I've changed my opinion on the type-A, feminazi organization-or-die book I bought last weekend. In addition to a few gems of organization Zen ("Get a morning routine. That way, you won't be doing things willy-nilly". Thanks!), it's providing many useful Blog topics.

Such as: Why I'm glad I don't wear makeup. Or why I'm glad I'm a man, in general.

There's a chapter in the book about organizing your bathroom. There's another chapter about organizing your purse. Most of the former and all of the latter deal with one subject--makeup.

Here's my requirements for a good morning experience:

  1. Brush teeth

  2. Shower

  3. Shave

  4. Put contacts in

  5. Dress

  6. Leave



A woman, to all the above, must add some Picasso-like adornment of their face with foundation, mascara, lipstick, lipgloss, powder, eyeliner, lipliner, concealer, and God knows what else. Is this a one time deal?
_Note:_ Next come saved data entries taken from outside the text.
/// One run of [`simulate_from`] at the tolerances of `opts`, unchecked.
fn simulate_once(
    model: &Model,
    t0: f64,
    y0: &[f64],
    opts: &Options,
    progress: &mut dyn FnMut(f64),
    enough: &mut dyn FnMut(f64, &[f64]) -> bool,
) -> Result<Trajectory> {
    if opts.until.is_nan() || opts.until <= t0 || !opts.until.is_finite() {
        return Err(Error::Usage(format!(
            "the end time must be positive and after the start, not {} s",
            opts.until
        )));
    }
    if opts.rtol.is_nan() || opts.atol.is_nan() || opts.rtol <= 0.0 || opts.atol <= 0.0 {
        return Err(Error::Usage("tolerances must be positive".into()));
    }
    if let Some(s) = opts.schedule
        && !(s.period > 0.0 && s.lit > 0.0 && s.lit <= s.period && s.period.is_finite())
    {
        return Err(Error::Usage(format!(
            "a light schedule needs 0 < lit time ≤ period, not {} s of {} s",
            s.lit, s.period
        )));
    }
    if model.n_species() == 0 {
        return Err(Error::Usage(
            "the network has no species: there is nothing to integrate".into(),
        ));
    }
    let rhs = Rhs::new(model);
    if y0.len() != rhs.layout.len() {
        return Err(Error::Usage("the start state does not fit the model".into()));
    }
    let span = opts.until - t0;
    let (method, reason) = match opts.method {
        // Stiffness judged at the start says nothing of what develops later (Robertson's
        // problem looks non-stiff at t = 0 and turns stiff within a millisecond), and BDF
        // reaches every output by interpolation while the explicit method must step onto each
        // one: BDF is the safe and, at the usual output density, the cheaper start. The
        // explicit method runs only when asked for.
        Method::Auto | Method::Bdf => (
            Method::Bdf,
            if opts.method == Method::Auto {
                "chosen automatically: safe whether or not the run turns stiff".to_string()
            } else {
                "chosen".to_string()
            },
        ),
        Method::Dop853 => {
            if opts.event.is_some() {
                return Err(Error::Usage("an event stop needs the BDF integrator".into()));
            }
            (Method::Dop853, "chosen".into())
        }
    };
    let times = output_times(opts, t0);
    // An event already met at the start stops the run there.
    if let Some(ev) = opts.event
        && ev.species < model.n_species()
        && (y0[ev.species] - ev.level).abs() <= f64::EPSILON * ev.level.abs()
    {
        return Err(Error::Usage(format!(
            "{} starts at the stop level; choose another level",
            model.species[ev.species]
        )));
    }
    // The dark model (every bin's flux zero) for the unlit pieces of a schedule.
    let dark = opts.schedule.map(|_| model.with_light_scale(0.0));
    let dark_rhs = dark.as_ref().map(Rhs::new);
    let pieces = match opts.schedule {
        Some(s) => s.pieces(t0, opts.until),
        None => vec![(t0, opts.until, true)],
    };
    let mut all = Run {
        times: vec![t0],
        states: vec![y0.to_vec()],
        counts: Counts::default(),
        stop: Stop::EndTime,
        sparse: false,
    };
    let mut y = y0.to_vec();
    let mut method_ran = method;
    let mut reason = reason;
    let mut segments: Vec<Segment> = Vec::new();
    for (ta, tb, lit) in pieces {
        let r = if lit { &rhs } else { dark_rhs.as_ref().unwrap_or(&rhs) };
        let mut local: Vec<f64> = vec![0.0];
        local.extend(times.iter().filter(|&&t| t > ta && t < tb).map(|&t| t - ta));
        local.push(tb - ta);
        let mut lopts = opts.clone();
        lopts.until = tb - ta;
        let mut prog = |f: f64| progress(((ta - t0) + f * (tb - ta)) / span);
        let calls = r.rhs_calls.get();
        let mut watch = |t: f64, y: &[f64]| enough(ta + t, y);
        let (run, handover) = match method_ran {
            Method::Bdf => (solve_bdf::run(r, &y, &local, &lopts, &mut prog, &mut watch)?, None),
            _ => solve_dop::run(r, &y, &local, &lopts, &mut prog, &mut watch)?,
        };
        let reached = handover.as_ref().map_or(tb, |(ts, _)| ta + ts);
        record(
            &mut segments,
            method_ran,
            ta,
            reached,
            &run.counts,
            r.rhs_calls.get() - calls,
        );
        all.append(ta, run, &times);
        if let Some((ts, ys)) = handover {
            // The explicit method found the problem stiff: BDF continues from its last point.
            reason = format!(
                "{reason}; the explicit method found the problem stiff at {} and BDF went on from there",
                crate::units::format_time(ta + ts)
            );
            method_ran = Method::Bdf;
            let mut rest: Vec<f64> = vec![0.0];
            rest.extend(local.iter().filter(|&&t| t > ts).map(|&t| t - ts));
            let mut ropts = opts.clone();
            ropts.until = tb - ta - ts;
            let mut prog = |f: f64| progress(((ta + ts - t0) + f * (tb - ta - ts)) / span);
            let calls = r.rhs_calls.get();
            let mut watch = |t: f64, y: &[f64]| enough(ta + ts + t, y);
            let run = solve_bdf::run(r, &ys, &rest, &ropts, &mut prog, &mut watch)?;
            record(
                &mut segments,
                Method::Bdf,
                ta + ts,
                tb,
                &run.counts,
                r.rhs_calls.get() - calls,
            );
            all.append(ta + ts, run, &times);
        }
        if let Some(last) = all.states.last() {
            y.copy_from_slice(last);
        }
        if let Stop::Event(te) | Stop::Enough(te) = all.stop {
            if let Some(s) = segments.last_mut() {
                s.to = te;
            }
            break;
        }
    }
    let mut run = all;
    let (method, reason) = (method_ran, reason);
    run.counts.rhs = rhs.rhs_calls.get() + dark_rhs.as_ref().map_or(0, |d| d.rhs_calls.get());
    run.counts.jacobian_products = rhs.jac_calls.get() + dark_rhs.as_ref().map_or(0, |d| d.jac_calls.get());
    Ok(Trajectory {
        times: run.times,
        states: run.states,
        layout: rhs.layout,
        method,
        method_reason: reason,
        segments,
        sparse: run.sparse,
        counts: run.counts,
        stop: run.stop,
        retries: Vec::new(),
        regrowth: Vec::new(),
        schedule: opts.schedule,
        atol: opts.atol,
    })
}
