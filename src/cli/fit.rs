//! `photoledger fit FILE --data DATA... [--free KEYS] [--set KEY=VALUE] [--out DIR] [--json] [--starts N] [--seed S] [--scale-errors]
//! [--max-evaluations N] [--time-limit TIME]`.

use super::Exit;
use super::output::{noteln, out, outln};
use photoledger::Error;
use photoledger::file::data::{self, Experiment};
use photoledger::file::folder::Folder;
use photoledger::fit::mechanism::{DEFAULT_MAX_EVALUATIONS, FitOptions, Progress};
use photoledger::fit::run;
use photoledger::report::{fit as rf, write_atomic};
use photoledger::units::{self, Quantity};
use std::path::{Path, PathBuf};

/// Options of `fit`.
#[derive(clap::Args, Debug)]
pub struct FitArgs {
    #[command(flatten)]
    pub net: super::NetworkArgs,
    /// Data: time-course CSV files, or experiments TOML files tying data to conditions (repeatable).
    #[arg(long, required = true, num_args = 1.., value_name = "FILE")]
    pub data: Vec<PathBuf>,
    /// Free parameters as --set keys, comma-separated or repeated (default: the file's [fit] free list).
    #[arg(long, value_delimiter = ',', value_name = "KEYS")]
    pub free: Vec<String>,
    #[command(flatten)]
    pub output: super::Outputs,
    /// Number of starts: the file's values, then seeded random starts around them.
    #[arg(long, default_value_t = 1, allow_negative_numbers = true)]
    pub starts: usize,
    /// Seed of the random starts.
    #[arg(long, default_value_t = 1, allow_negative_numbers = true)]
    pub seed: u64,
    #[command(flatten)]
    pub limits: Limits,
}

/// When a search gives up, how it finds its slopes and how it scales its standard errors:
/// shared by `fit`, `compare` and `levels`.
#[derive(clap::Args, Debug, Clone)]
pub struct Limits {
    /// Scale the standard errors by the reduced χ² even when every observation has an sd
    /// (by default given sd are taken as known).
    #[arg(long)]
    pub scale_errors: bool,
    /// Stop after this many model evaluations over all starts (each integrates every experiment
    /// once); the best point so far is reported as not converged.
    #[arg(long, default_value_t = DEFAULT_MAX_EVALUATIONS, value_name = "N")]
    pub max_evaluations: usize,
    /// Stop after this much wall-clock time, e.g. "10 min" (default: no limit); the best point
    /// so far is reported as not converged.
    #[arg(long, value_name = "TIME")]
    pub time_limit: Option<String>,
    /// How the search finds its Jacobian: "sensitivities" (default: forward sensitivities of
    /// the kinetics, one integration per experiment and evaluation) or "differences" (central
    /// differences, two integrations per experiment and free parameter).
    #[arg(long, default_value = "sensitivities", value_name = "HOW")]
    pub derivatives: String,
}

impl Limits {
    /// `opts` with these limits.
    pub fn apply(&self, opts: FitOptions) -> photoledger::Result<FitOptions> {
        if self.max_evaluations == 0 {
            return Err(Error::Usage("--max-evaluations must be at least 1".into()));
        }
        let time_limit = match &self.time_limit {
            None => None,
            Some(text) => {
                let t = units::parse(text, Quantity::Time)
                    .map_err(|e| Error::Usage(format!("--time-limit: {e}; expected {}", Quantity::Time.accepted())))?;
                if !(t > 0.0 && t.is_finite()) {
                    return Err(Error::Usage(format!(
                        "--time-limit \"{text}\": the time must be positive"
                    )));
                }
                Some(std::time::Duration::from_secs_f64(t))
            }
        };
        let derivatives = photoledger::fit::mechanism::Derivatives::parse(&self.derivatives).map_err(Error::Usage)?;
        Ok(FitOptions {
            max_evaluations: self.max_evaluations,
            scale_errors: self.scale_errors,
            time_limit,
            derivatives,
            ..opts
        })
    }
}

/// Read every data argument.
pub fn read_data(paths: &[PathBuf]) -> photoledger::Result<Vec<Experiment>> {
    let mut all = Vec::new();
    for p in paths {
        all.extend(data::read(p)?);
    }
    Ok(all)
}

/// A progress bar of model evaluations against the cap on stderr, hidden when stderr is not a
/// terminal.
pub fn bar(cap: usize, what: &str) -> indicatif::ProgressBar {
    use std::io::IsTerminal;
    if !std::io::stderr().is_terminal() {
        return indicatif::ProgressBar::hidden();
    }
    let b = indicatif::ProgressBar::new(cap as u64);
    if let Ok(s) =
        indicatif::ProgressStyle::with_template("{prefix} [{bar:30}] {pos}/{len} evaluations, {elapsed} {msg}")
    {
        b.set_style(s);
    }
    b.set_prefix(what.to_string());
    b
}

/// Show `p` on the bar: evaluations used, starts finished and the best χ² so far.
fn show(b: &indicatif::ProgressBar, p: &Progress) {
    b.set_position(p.evaluations as u64);
    let chi2 = if p.best_chi2.is_finite() {
        photoledger::units::sig(p.best_chi2, 5)
    } else {
        "–".into()
    };
    b.set_message(format!("(start {}/{} done; best χ² {chi2})", p.starts_done, p.starts));
}

/// A fitted network: the file as read, and its fit.
pub type Fitted = (photoledger::file::Loaded, run::Fitted);

/// Load `file` and fit it (a progress bar on a terminal).
pub fn fit_one(
    file: &Path,
    set: &super::SetArgs,
    free: &[String],
    experiments: &[Experiment],
    opts: &FitOptions,
) -> photoledger::Result<Fitted> {
    // The network as given (before any experiment's conditions): its warnings, once, first.
    let args = super::NetworkArgs::of(file, set);
    let (loaded, net) = super::load_both(&args)?;
    super::print_warnings(&net);
    let pb = bar(opts.max_evaluations, &file.display().to_string());
    let free = loaded.free_keys(free);
    let fitted = run::fit_network(&net, &free, experiments, opts, &|p| show(&pb, p));
    pb.finish_and_clear();
    let fitted = fitted?;
    Ok((loaded, fitted))
}

pub fn run(a: &FitArgs) -> photoledger::Result<Exit> {
    let experiments = read_data(&a.data)?;
    let opts = a.limits.apply(FitOptions {
        starts: a.starts.max(1),
        seed: a.seed,
        ..FitOptions::default()
    })?;
    let (loaded, fitted) = fit_one(&a.net.file, &a.net.set, &a.free, &experiments, &opts)?;
    let run::Fitted {
        result,
        curves,
        predicted,
        energy_unit,
    } = fitted;
    let stem = super::stem(&a.net.file);
    let out = a.output.dir(&a.net.file, "fit");
    let name = a.net.file.display().to_string();
    let text = rf::fit_text(&name, &result);
    let json = rf::fit_json(&name, &result);
    let rows = rf::rows(&experiments, &predicted);
    let s = &result.solution;
    let fitted = rf::fitted_toml(&loaded.text, &result.free, &s.values, &s.standard_errors, energy_unit)?;
    let folder = Folder::begin(&out)?;
    write_atomic(&folder.join("summary.txt"), text.as_bytes())?;
    write_atomic(
        &folder.join("fit.json"),
        serde_json::to_string_pretty(&json).unwrap_or_default().as_bytes(),
    )?;
    write_atomic(&folder.join("residuals.csv"), rf::residuals_csv(&rows).as_bytes())?;
    let title = format!("{stem}: data and fit");
    write_atomic(
        &folder.join("fit.svg"),
        rf::data_svg(&title, &experiments, &loaded.species_names(), &[(stem.clone(), curves)]).as_bytes(),
    )?;
    write_atomic(
        &folder.join("residuals.svg"),
        rf::residuals_svg(&format!("{stem}: weighted residuals"), &rows, &loaded.species_names()).as_bytes(),
    )?;
    write_atomic(&folder.join(format!("{stem}.fitted.toml")), fitted.as_bytes())?;
    folder.commit()?;
    if a.output.json {
        outln!("{}", serde_json::to_string_pretty(&json).unwrap_or_default())?;
    } else {
        out!("{text}")?;
        outln!(
            "wrote {}/ (summary.txt, fit.json, residuals.csv, fit.svg, residuals.svg, {stem}.fitted.toml)",
            out.display()
        )?;
    }
    Ok(not_converged(&name, &result))
}

/// A fit stopped before converging is a numerical failure for the exit code (4), after its best
/// point has been printed and written.
pub fn not_converged(name: &str, r: &photoledger::fit::FitResult) -> Exit {
    match r.stopped {
        None => Exit::Success,
        Some(s) => {
            noteln!(
                "{name}: the fit did not converge ({}); the best point so far was reported and written, marked not converged",
                s.describe()
            );
            Exit::StoppedAtLimit
        }
    }
}
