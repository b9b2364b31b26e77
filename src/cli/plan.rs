//! `photoledger plan FILE --target EXPR [--in DURATION] [--flow-tube SPEC] [--sun-hours H]
//! [--sweep KEY=LO..HI:N] [--wall-plug EFF] [--json] [--out DIR]`.

use super::daylight::DaylightArgs;
use super::output::{out, outln};
use super::{Exit, NetworkArgs, print_warnings};
use photoledger::Error;
use photoledger::file::folder::Folder;
use photoledger::model::Model;
use photoledger::plan::{self, PlanOptions, Tube};
use photoledger::report::plan as rp;
use photoledger::report::{simulation, write_atomic};
use photoledger::units::{self, Quantity};

/// Options of `plan`.
#[derive(clap::Args, Debug)]
pub struct PlanArgs {
    #[command(flatten)]
    pub net: NetworkArgs,
    /// What to reach: a species, < or >, and a level with % or a concentration unit, e.g.
    /// "product > 90 %" (yield on the limiting reagent), "product > 90 % of substrate",
    /// "substrate < 10 %" (of its start), "substrate < 10 µM".
    #[arg(long, value_name = "EXPR")]
    pub target: String,
    /// Find the light (a factor on every source of the file) that reaches the target in this time.
    #[arg(long = "in", value_name = "DURATION", allow_hyphen_values = true)]
    pub within: Option<String>,
    /// A tubular flow reactor, e.g. "ID=1 mm, length=2 m": path = inner diameter, volume = the
    /// tube's; gives the flow rate and throughput.
    #[arg(long, value_name = "SPEC")]
    pub flow_tube: Option<String>,
    /// The daily light schedule (--sun-hours; the answer is then given in days) and --sun-scale.
    #[command(flatten)]
    pub daylight: DaylightArgs,
    /// Sweep one value: power=10mW..1W:20, photon_flux=..., wavelength=340nm..420nm:9,
    /// temperature=10°C..60°C:6, concentration.NAME=1mM..100mM:5 (power, photon flux and
    /// concentration log-spaced; wavelength and temperature evenly spaced).
    #[arg(long, value_name = "KEY=LO..HI:N")]
    pub sweep: Option<String>,
    /// Wall-plug efficiency of the lamp (optical out / electrical in), e.g. "30 %" or 0.3:
    /// adds the electrical energy per mole.
    #[arg(long, value_name = "EFFICIENCY", allow_hyphen_values = true)]
    pub wall_plug: Option<String>,
    /// Longest time to integrate before the target is called unreachable.
    #[arg(long, value_name = "DURATION", default_value = "36525 d", allow_hyphen_values = true)]
    pub horizon: String,
    /// Products to compare for selectivity, e.g. "product,degradate" (default: every product
    /// of the network: species named as products, or formed and never consumed).
    #[arg(long, value_name = "NAMES")]
    pub products: Option<String>,
    /// Relative tolerance of the integrator (1e-14 to 0.1).
    #[arg(long, default_value_t = 1e-8, value_parser = super::values::rtol, allow_negative_numbers = true)]
    pub rtol: f64,
    #[command(flatten)]
    pub output: super::Outputs,
}

/// "ID=1 mm, length=2 m" (also "id", "diameter", "inner diameter"; separated by , or ;).
fn parse_tube(spec: &str) -> photoledger::Result<Tube> {
    let usage = |m: String| {
        Error::Usage(format!(
            "--flow-tube \"{spec}\": {m}; write e.g. \"ID=1 mm, length=2 m\""
        ))
    };
    let (mut id, mut len) = (None, None);
    for part in spec.split([',', ';']).map(str::trim).filter(|p| !p.is_empty()) {
        let (k, v) = part
            .split_once('=')
            .ok_or_else(|| usage(format!("\"{part}\" is not KEY=VALUE")))?;
        let v = units::parse(v.trim(), Quantity::Length)
            .map_err(|e| usage(format!("{}: {e}; expected {}", k.trim(), Quantity::Length.accepted())))?;
        if v.is_nan() || v <= 0.0 {
            return Err(usage(format!("{} must be positive", k.trim())));
        }
        match k.trim().to_lowercase().as_str() {
            "id" | "diameter" | "inner diameter" | "inner_diameter" => id = Some(v),
            "length" | "l" => len = Some(v),
            other => return Err(usage(format!("unknown key \"{other}\" (ID, length)"))),
        }
    }
    Ok(Tube {
        inner_diameter: id.ok_or_else(|| usage("no ID".into()))?,
        length: len.ok_or_else(|| usage("no length".into()))?,
    })
}

/// "30 %" or "0.3".
fn parse_fraction(text: &str, what: &str) -> photoledger::Result<f64> {
    let v = photoledger::units::fraction(text).map_err(|e| Error::Usage(format!("{what}: {e}")))?;
    if !(v > 0.0 && v <= 1.0) {
        return Err(Error::Usage(format!(
            "{what} \"{text}\": must be above 0 and at most 100 %"
        )));
    }
    Ok(v)
}

/// The sun sources scaled by `--sun-scale`, and the model put in the flow tube if there is one.
fn adjust_model(m: Model, day: &DaylightArgs, sun_sources: &[usize], tube: Option<&Tube>) -> Model {
    let m = day.scale_sun(m, sun_sources);
    match tube {
        Some(t) => t.apply(&m),
        None => m,
    }
}

/// The code of a sweep: success when some point reaches the target; [`Exit::Unreachable`]
/// when none does (each point that does not is marked in the table and the CSV), unless every
/// point failed to compute, which is [`Exit::Numerical`].
fn sweep_exit(points: &[plan::SweepPoint]) -> Exit {
    if points.iter().any(|p| p.plan.as_ref().is_ok_and(|pl| pl.time.is_some())) {
        Exit::Success
    } else if points.iter().all(|p| p.plan.is_err()) {
        Exit::Numerical
    } else {
        Exit::Unreachable
    }
}

/// Plan; [`Exit::Unreachable`] when the answer is that the target is not reachable (the
/// closest approach and why are printed), with or without `--in`.
pub fn run(a: &PlanArgs) -> photoledger::Result<Exit> {
    let net = super::load(&a.net)?;
    print_warnings(&net);
    let mut model = Model::compile(&net);
    let horizon = super::values::duration("horizon", &a.horizon)?;
    let efficiency = a
        .wall_plug
        .as_deref()
        .map(|w| parse_fraction(w, "--wall-plug"))
        .transpose()?;
    let tube = a.flow_tube.as_deref().map(parse_tube).transpose()?;
    if a.within.is_some() && a.sweep.is_some() {
        return Err(Error::Usage(
            "--in and --sweep answer different questions; give one".into(),
        ));
    }
    let schedule = a.daylight.schedule()?;
    let sun_sources = a.daylight.sun_sources(&net)?;
    let adjust = |m: Model| adjust_model(m, &a.daylight, &sun_sources, tube.as_ref());
    model = adjust_model(model, &a.daylight, &sun_sources, tube.as_ref());
    let target = plan::target::parse(&a.target, &model)?;
    let products = match &a.products {
        None => None,
        Some(list) => Some(
            list.split(',')
                .map(|n| {
                    model.species_index(n.trim()).ok_or_else(|| {
                        Error::Usage(format!(
                            "--products: unknown species \"{}\"; the network has {}",
                            n.trim(),
                            model.species.join(", ")
                        ))
                    })
                })
                .collect::<photoledger::Result<Vec<usize>>>()?,
        ),
    };
    let opts = PlanOptions {
        rtol: a.rtol,
        atol: 1e-15,
        horizon,
        schedule,
        products,
    };
    let dir = a.output.dir(&a.net.file, "plan");
    let name = net.about.name.clone();
    if let Some(sw) = &a.sweep {
        let sw = plan::sweep::parse(sw, &net)?;
        let base = plan::sweep::Base {
            network: &net,
            model: &model,
        };
        let points = plan::sweep::run(&base, &sw, &a.target, &adjust, &opts)?.points;
        let folder = Folder::begin(&dir)?;
        write_atomic(&folder.join("sweep.csv"), rp::sweep_csv(&sw.axis, &points).as_bytes())?;
        write_atomic(
            &folder.join("sweep.svg"),
            rp::sweep_svg(&name, &a.target, &sw.axis, &points).as_bytes(),
        )?;
        let sel = rp::selectivity_svg(&name, &sw.axis, &points);
        if let Some(s) = &sel {
            write_atomic(&folder.join("selectivity.svg"), s.as_bytes())?;
        }
        folder.commit()?;
        if a.output.json {
            let rows: Vec<serde_json::Value> = points
                .iter()
                .map(|p| match &p.plan {
                    Ok(pl) => serde_json::json!({
                        "value": p.value * sw.axis.unit_factor,
                        "time_s": pl.time,
                        "unreachable": pl.unreachable,
                        "products": pl.products,
                    }),
                    Err(e) => serde_json::json!({"value": p.value * sw.axis.unit_factor, "error": e}),
                })
                .collect();
            let units = serde_json::json!({
                "points[].value": sw.axis.unit,
                "points[].time_s": "s",
                "points[].unreachable.final_level": "mol/L",
                "points[].unreachable.best_level": "mol/L",
                "points[].unreachable.best_time": "s",
                "points[].unreachable.horizon": "s",
                "points[].unreachable.consumers[].rate": "mol/(L s)",
                "points[].products[].formed": "mol/L",
                "points[].products[].selectivity": "1",
                "points[].products[].stoichiometric_max": "1",
            });
            let j = serde_json::json!({"network": name, "target": a.target, "swept": sw.axis.label, "points": rows,
                "units": units, "cautions": rp::CAUTIONS});
            outln!(
                "{}",
                serde_json::to_string_pretty(&j).map_err(|e| Error::Numerical(e.to_string()))?
            )?;
        } else {
            outln!("sweep of {} for \"{}\" on {name}", sw.axis.name, a.target)?;
            if let plan::target::Basis::YieldOf {
                reference,
                chosen: true,
                ..
            } = &target.basis
            {
                outln!("(a yield on {reference}, the limiting reagent of the file's mixture, at every point)")?;
            }
            out!("{}", rp::sweep_text(&sw.axis, &points))?;
            outln!(
                "wrote {}/ (sweep.csv, sweep.svg{})",
                dir.display(),
                if sel.is_some() { ", selectivity.svg" } else { "" }
            )?;
            outln!("{}", photoledger::report::caution_line())?;
        }
        return Ok(sweep_exit(&points));
    }
    let (result, power) = match &a.within {
        Some(d) => {
            let d = super::values::duration("in", d)?;
            let ps = match plan::power_for_time(&model, &target, d, &opts)? {
                Ok(ps) => ps,
                Err(no) => {
                    if a.output.json {
                        let j = serde_json::json!({"network": name, "target": a.target, "in_s": d,
                            "reachable": false, "why": no.why, "evaluations": no.evaluations});
                        outln!(
                            "{}",
                            serde_json::to_string_pretty(&j).map_err(|e| Error::Numerical(e.to_string()))?
                        )?;
                    } else {
                        outln!("\"{}\" in {} on {name}: not reachable", a.target, units::format_time(d))?;
                        outln!("  {}", no.why)?;
                        outln!("  (run without --in for the closest approach at the file's light, and why)")?;
                    }
                    return Ok(Exit::Unreachable);
                }
            };
            let sources = (0..model.sources.len())
                .map(|s| {
                    (
                        model.sources[s].clone(),
                        model.source_power(s) * ps.scale,
                        model.source_flux(s) * ps.scale,
                    )
                })
                .collect();
            let ans = rp::PowerAnswer {
                duration: d,
                scale: ps.scale,
                sources,
                evaluations: ps.evaluations,
                tolerance: ps.tolerance,
            };
            (ps.plan, Some(ans))
        }
        None => (plan::time_to_target(&model, &target, &opts)?, None),
    };
    let flow = tube.as_ref().and_then(|t| {
        let f = plan::flow(t, &result, &model)?;
        Some(rp::FlowAnswer {
            tube: *t,
            volume: t.volume_litres(),
            flow_ml_per_min: f.flow_rate * 1000.0 * 60.0,
            throughput_mol_per_h: f.throughput * 3600.0,
            flow: f,
            approximation: rp::FLOW_APPROXIMATION.into(),
        })
    });
    let sun = schedule.map(|s| rp::SunAnswer {
        sun_hours: s.lit / 3600.0,
        scale: a.daylight.sun_scale,
        days: result.time.map(|t| plan::days(&s, t)),
    });
    let summary = rp::summary(&name, &result, a.rtol, efficiency, power, flow, sun);
    let json = serde_json::to_string_pretty(&summary).map_err(|e| Error::Numerical(e.to_string()))?;
    let run_model = match &summary.power {
        Some(p) => model.with_light_scale(p.scale),
        None => model.clone(),
    };
    let folder = Folder::begin(&dir)?;
    write_atomic(&folder.join("summary.json"), json.as_bytes())?;
    write_atomic(
        &folder.join("concentrations.csv"),
        simulation::concentrations_csv(&run_model, &result.trajectory).as_bytes(),
    )?;
    write_atomic(
        &folder.join("concentrations.svg"),
        simulation::plan_svg(&net, &run_model, &result.trajectory, &result.target, result.time).as_bytes(),
    )?;
    folder.commit()?;
    if a.output.json {
        outln!("{json}")?;
    } else {
        out!("{}", rp::text(&summary))?;
        outln!(
            "wrote {}/ (summary.json, concentrations.csv, concentrations.svg)",
            dir.display()
        )?;
    }
    Ok(if result.time.is_some() {
        Exit::Success
    } else {
        Exit::Unreachable
    })
}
NO! The woman must somehow carry a miniture stockpile of all the above WITH HER throughout the day for the inevitable touch-up.

I couldn't begin to carry this off. I can barely coordinate the shaving ritual of Water, lather, shave, water, aftershave. I feel weighed-down by too many keys on my keychain or too thick a wallet. I can't COMPREHEND messing with that amount of stuff.

I figure a woman has a few advantages (I'd not be averse to having a clitoris...17 orgasms in a row must be a nice feeling), but forget it if I had to wear makeup.